== Work to be completed ==
Your answer must be an exact copy of the data below.

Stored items
/// Checks a request against the system's dimension `n` and the options: valid settings,
/// a state vector of the system's size (orbit first), output and stop times inside and
/// ordered, a finite start above the altitude floor. Returns the direction of time.
fn check_request(
    request: &Request,
    y0: &[f64],
    n: usize,
    options: &Options,
) -> Result<f64, PropagationError> {
    let (t0_s, t_end_s) = (request.t0_s, request.t_end_s);
    options
        .settings
        .validate()
        .map_err(PropagationError::BadRequest)?;
    if y0.len() != n || n < 6 {
        return Err(PropagationError::BadRequest(format!(
            "initial vector has {} components, the system {n}",
            y0.len()
        )));
    }
    let dir = if t_end_s >= t0_s { 1.0 } else { -1.0 };
    check_times(request.output_times_s, t0_s, t_end_s, dir, "output")?;
    check_times(request.stop_times_s, t0_s, t_end_s, dir, "stop")?;
    if !y0.iter().all(|v| v.is_finite()) {
        return Err(PropagationError::BadRequest(format!(
            "initial state is not finite: {:?}",
            &y0[..6]
        )));
    }
    let floor = options.altitude_floor_km;
    let h0 = altitude_of(y0, options);
    if h0 < floor {
        return Err(PropagationError::BadRequest(format!(
            "initial altitude {h0:.3} km is below the altitude floor {floor} km (is the state inside the Earth, or in metres?)"
        )));
    }
    Ok(dir)
}

/// Altitude (km) of the orbit state at the head of `y`, by the options' altitude model.
fn altitude_of(y: &[f64], options: &Options) -> f64 {
    let r = nalgebra::Vector3::new(y[0], y[1], y[2]);
    options.altitude.altitude_km(&r, &options.body)
}

/// Where the integration segments end, in the direction of time: the requested stops and
/// the model's discontinuities strictly inside `(t0, t_end)`, then `t_end`.
fn segment_ends(
    model: &ForceModel,
    stop_times_s: &[f64],
    (t0_s, t_end_s): (f64, f64),
    dir: f64,
) -> Vec<f64> {
    let mut stops: Vec<f64> = stop_times_s
        .iter()
        .copied()
        .chain(model.discontinuities_s())
        .filter(|&t| (t - t0_s) * dir > 0.0 && (t_end_s - t) * dir > 0.0)
        .collect();
    stops.sort_by(|a, b| (a * dir).total_cmp(&(b * dir)));
    stops.dedup();
    stops.push(t_end_s);
    stops
}

/// The requested outputs, filled in as the steps pass them.
struct Outputs<'a> {
    times: &'a [f64],
    dir: f64,
    /// The next output not yet filled.
    next: usize,
    samples: Vec<(f64, Vec<f64>)>,
    buf: Vec<f64>,
}

impl<'a> Outputs<'a> {
    fn new(times: &'a [f64], dir: f64, n: usize) -> Self {
        Self {
            times,
            dir,
            next: 0,
            samples: Vec::with_capacity(times.len()),
            buf: vec![0.0; n],
        }
    }

    /// Every output up to `t` (inclusive) from the last step's dense output; with
    /// `at_step`, one exactly at `t` (the step's end) takes the step's own state.
    fn up_to<S: OdeSystem>(
        &mut self,
        stepper: &mut AnyStepper,
        sys: &mut S,
        t: f64,
        at_step: bool,
    ) -> Result<(), IntegrationError> {
        while self.next < self.times.len() && (t - self.times[self.next]) * self.dir >= 0.0 {
            let to = self.times[self.next];
            if at_step && to == t {
                self.samples.push((to, stepper.y().to_vec()));
            } else {
                stepper.dense_at(sys, to, &mut self.buf)?;
                self.samples.push((to, self.buf.clone()));
            }
            self.next += 1;
        }
        Ok(())
    }
}

/// Systems that can be told which integration segment they are in (see [`Segment`]).
pub trait SegmentAware {
    /// Called before each segment is integrated.
    fn set_segment(&mut self, segment: Segment);
}

impl SegmentAware for OrbitSystem<'_> {
    fn set_segment(&mut self, segment: Segment) {
        self.segment = segment;
    }
}

/// Applies an impulse to the state part (first six components) of `y`. The rest (a
/// transition matrix, say) is left as it is: the jump's Jacobian is taken as the identity.
fn apply_impulse(
    imp: &crate::force::maneuver::Impulse,
    y: &mut [f64],
    dir: f64,
    log: &mut Vec<AppliedImpulse>,
) -> Result<(), PropagationError> {
    let undefined = || {
        PropagationError::BadRequest(format!(
            "impulse at t = {} s: the RTN frame is undefined for the state there",
            imp.t_s
        ))
    };
    let x = StateVector::from_column_slice(&y[..6]);
    let (before, after) = if dir > 0.0 {
        (x, imp.apply(&x).ok_or_else(undefined)?)
    } else {
        (imp.unapply(&x).ok_or_else(undefined)?, x)
    };
    log.push(AppliedImpulse {
        t_s: imp.t_s,
        before,
        after,
    });
    let new = if dir > 0.0 { after } else { before };
    y[..6].copy_from_slice(new.as_slice());
    Ok(())
}

fn check_times(
    times: &[f64],
    t0: f64,
    t1: f64,
    dir: f64,
    what: &str,
) -> Result<(), PropagationError> {
    let (lo, hi) = if dir > 0.0 { (t0, t1) } else { (t1, t0) };
    for (i, &t) in times.iter().enumerate() {
        if !t.is_finite() || t < lo || t > hi {
            return Err(PropagationError::BadRequest(format!(
                "{what} time {t} s (index {i}) is outside the propagation span [{lo}, {hi}] s"
            )));
        }
        if i > 0 && (t - times[i - 1]) * dir < 0.0 {
            return Err(PropagationError::BadRequest(format!(
                "{what} times are not in order at index {i}"
            )));
        }
    }
    Ok(())
}

/// The most output states one request may ask for (a 10-million-line CSV is ~1.5 GB).
pub const MAX_OUTPUT_STATES: f64 = 1.0e7;
/// The smallest output spacing, s: files carry epochs to the microsecond, and anything
/// finer than a millisecond writes epochs that round together.
pub const MIN_OUTPUT_STEP_S: f64 = 1.0e-3;

/// [`output_grid`] for a user's request: refuses a step that is not finite, below
/// [`MIN_OUTPUT_STEP_S`], or that would ask for more than [`MAX_OUTPUT_STATES`] states —
/// before anything is allocated (`--step 1e-9` over a day asked for 28 TB).
pub fn checked_output_grid(t0_s: f64, t_end_s: f64, step_s: f64) -> Result<Vec<f64>, String> {
    if !(step_s.is_finite() && step_s >= MIN_OUTPUT_STEP_S) {
        return Err(format!(
            "step {step_s} s: must be at least {MIN_OUTPUT_STEP_S} s (epochs are written to the microsecond)"
        ));
    }
    let span = (t_end_s - t0_s).abs();
    if !span.is_finite() {
        return Err("the span is not finite".into());
    }
    let n = span / step_s + 2.0;
    if n > MAX_OUTPUT_STATES {
        return Err(format!(
            "a {span} s span at {step_s} s asks for {n:.3e} states, more than {MAX_OUTPUT_STATES:.0e}: use a larger step or a shorter span"
        ));
    }
    Ok(output_grid(t0_s, t_end_s, step_s))
}

/// Output times `t0, t0 ± step, …` up to and including `t_end` (the end is always
/// included, even when the span is not a whole number of steps). `step_s` > 0; for a
/// user's request use [`checked_output_grid`].
pub fn output_grid(t0_s: f64, t_end_s: f64, step_s: f64) -> Vec<f64> {
    let dir = if t_end_s >= t0_s { 1.0 } else { -1.0 };
    let span = (t_end_s - t0_s).abs();
    let n = (span / step_s).floor() as usize;
    let mut v: Vec<f64> = (0..=n).map(|k| t0_s + dir * step_s * k as f64).collect();
    // Computing each time from the index (not by accumulation) keeps them exact.
    if let Some(&last) = v.last() {
        if (t_end_s - last).abs() > 1e-9 * step_s.max(1.0) {
            v.push(t_end_s);
        } else if let Some(l) = v.last_mut() {
            *l = t_end_s;
        }
    }
    v
}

== Task output ==
/// Checks a request against the system's dimension `n` and the options: valid settings,
/// a state vector of the system's size (orbit first), output and stop times inside and
/// ordered, a finite start above the altitude floor. Returns the direction of time.
fn check_request(
    request: &Request,
    y0: &[f64],
    n: usize,
    options: &Options,
) -> Result<f64, PropagationError> {
    let (t0_s, t_end_s) = (request.t0_s, request.t_end_s);
    options
        .settings
        .validate()
        .map_err(PropagationError::BadRequest)?;
    if y0.len() != n || n < 6 {
        return Err(PropagationError::BadRequest(format!(
            "initial vector has {} components, the system {n}",
            y0.len()
        )));
    }
    let dir = if t_end_s >= t0_s { 1.0 } else { -1.0 };
    check_times(request.output_times_s, t0_s, t_end_s, dir, "output")?;
    check_times(request.stop_times_s, t0_s, t_end_s, dir, "stop")?;
    if !y0.iter().all(|v| v.is_finite()) {
        return Err(PropagationError::BadRequest(format!(
            "initial state is not finite: {:?}",
            &y0[..6]
        )));
    }
    let floor = options.altitude_floor_km;
    let h0 = altitude_of(y0, options);
    if h0 < floor {
        return Err(PropagationError::BadRequest(format!(
            "initial altitude {h0:.3} km is below the altitude floor {floor} km (is the state inside the Earth, or in metres?)"
        )));
    }
    Ok(dir)
}

/// Altitude (km) of the orbit state at the head of `y`, by the options' altitude model.
fn altitude_of(y: &[f64], options: &Options) -> f64 {
    let r = nalgebra::Vector3::new(y[0], y[1], y[2]);
    options.altitude.altitude_km(&r, &options.body)
}

/// Where the integration segments end, in the direction of time: the requested stops and
/// the model's discontinuities strictly inside `(t0, t_end)`, then `t_end`.
fn segment_ends(
    model: &ForceModel,
    stop_times_s: &[f64],
    (t0_s, t_end_s): (f64, f64),
    dir: f64,
) -> Vec<f64> {
    let mut stops: Vec<f64> = stop_times_s
        .iter()
        .copied()
        .chain(model.discontinuities_s())
        .filter(|&t| (t - t0_s) * dir > 0.0 && (t_end_s - t) * dir > 0.0)
        .collect();
    stops.sort_by(|a, b| (a * dir).total_cmp(&(b * dir)));
    stops.dedup();
    stops.push(t_end_s);
    stops
}

/// The requested outputs, filled in as the steps pass them.
struct Outputs<'a> {
    times: &'a [f64],
    dir: f64,
    /// The next output not yet filled.
    next: usize,
    samples: Vec<(f64, Vec<f64>)>,
    buf: Vec<f64>,
}

impl<'a> Outputs<'a> {
    fn new(times: &'a [f64], dir: f64, n: usize) -> Self {
        Self {
            times,
            dir,
            next: 0,
            samples: Vec::with_capacity(times.len()),
            buf: vec![0.0; n],
        }
    }

    /// Every output up to `t` (inclusive) from the last step's dense output; with
    /// `at_step`, one exactly at `t` (the step's end) takes the step's own state.
    fn up_to<S: OdeSystem>(
        &mut self,
        stepper: &mut AnyStepper,
        sys: &mut S,
        t: f64,
        at_step: bool,
    ) -> Result<(), IntegrationError> {
        while self.next < self.times.len() && (t - self.times[self.next]) * self.dir >= 0.0 {
            let to = self.times[self.next];
            if at_step && to == t {
                self.samples.push((to, stepper.y().to_vec()));
            } else {
                stepper.dense_at(sys, to, &mut self.buf)?;
                self.samples.push((to, self.buf.clone()));
            }
            self.next += 1;
        }
        Ok(())
    }
}

/// Systems that can be told which integration segment they are in (see [`Segment`]).
pub trait SegmentAware {
    /// Called before each segment is integrated.
    fn set_segment(&mut self, segment: Segment);
}

impl SegmentAware for OrbitSystem<'_> {
    fn set_segment(&mut self, segment: Segment) {
        self.segment = segment;
    }
}

/// Applies an impulse to the state part (first six components) of `y`. The rest (a
/// transition matrix, say) is left as it is: the jump's Jacobian is taken as the identity.
fn apply_impulse(
    imp: &crate::force::maneuver::Impulse,
    y: &mut [f64],
    dir: f64,
    log: &mut Vec<AppliedImpulse>,
) -> Result<(), PropagationError> {
    let undefined = || {
        PropagationError::BadRequest(format!(
            "impulse at t = {} s: the RTN frame is undefined for the state there",
            imp.t_s
        ))
    };
    let x = StateVector::from_column_slice(&y[..6]);
    let (before, after) = if dir > 0.0 {
        (x, imp.apply(&x).ok_or_else(undefined)?)
    } else {
        (imp.unapply(&x).ok_or_else(undefined)?, x)
    };
    log.push(AppliedImpulse {
        t_s: imp.t_s,
        before,
        after,
    });
    let new = if dir > 0.0 { after } else { before };
    y[..6].copy_from_slice(new.as_slice());
    Ok(())
}

fn check_times(
    times: &[f64],
    t0: f64,
    t1: f64,
    dir: f64,
    what: &str,
) -> Result<(), PropagationError> {
    let (lo, hi) = if dir > 0.0 { (t0, t1) } else { (t1, t0) };
    for (i, &t) in times.iter().enumerate() {
        if !t.is_finite() || t < lo || t > hi {
            return Err(PropagationError::BadRequest(format!(
                "{what} time {t} s (index {i}) is outside the propagation span [{lo}, {hi}] s"
            )));
        }
        if i > 0 && (t - times[i - 1]) * dir < 0.0 {
            return Err(PropagationError::BadRequest(format!(
                "{what} times are not in order at index {i}"
            )));
        }
    }
    Ok(())
}

/// The most output states one request may ask for (a 10-million-line CSV is ~1.5 GB).
pub const MAX_OUTPUT_STATES: f64 = 1.0e7;
/// The smallest output spacing, s: files carry epochs to the microsecond, and anything
/// finer than a millisecond writes epochs that round together.
pub const MIN_OUTPUT_STEP_S: f64 = 1.0e-3;

/// [`output_grid`] for a user's request: refuses a step that is not finite, below
/// [`MIN_OUTPUT_STEP_S`], or that would ask for more than [`MAX_OUTPUT_STATES`] states —
/// before anything is allocated (`--step 1e-9` over a day asked for 28 TB).
pub fn checked_output_grid(t0_s: f64, t_end_s: f64, step_s: f64) -> Result<Vec<f64>, String> {
    if !(step_s.is_finite() && step_s >= MIN_OUTPUT_STEP_S) {
        return Err(format!(
            "step {step_s} s: must be at least {MIN_OUTPUT_STEP_S} s (epochs are written to the microsecond)"
        ));
    }
    let span = (t_end_s - t0_s).abs();
    if !span.is_finite() {
        return Err("the span is not finite".into());
    }
    let n = span / step_s + 2.0;
    if n > MAX_OUTPUT_STATES {
        return Err(format!(
            "a {span} s span at {step_s} s asks for {n:.3e} states, more than {MAX_OUTPUT_STATES:.0e}: use a larger step or a shorter span"
        ));
    }
    Ok(output_grid(t0_s, t_end_s, step_s))
}

/// Output times `t0, t0 ± step, …` up to and including `t_end` (the end is always
/// included, even when the span is not a whole number of steps). `step_s` > 0; for a
/// user's request use [`checked_output_grid`].
pub fn output_grid(t0_s: f64, t_end_s: f64, step_s: f64) -> Vec<f64> {
    let dir = if t_end_s >= t0_s { 1.0 } else { -1.0 };
    let span = (t_end_s - t0_s).abs();
    let n = (span / step_s).floor() as usize;
    let mut v: Vec<f64> = (0..=n).map(|k| t0_s + dir * step_s * k as f64).collect();
    // Computing each time from the index (not by accumulation) keeps them exact.
    if let Some(&last) = v.last() {
        if (t_end_s - last).abs() > 1e-9 * step_s.max(1.0) {
            v.push(t_end_s);
        } else if let Some(l) = v.last_mut() {
            *l = t_end_s;
        }
    }
    v
}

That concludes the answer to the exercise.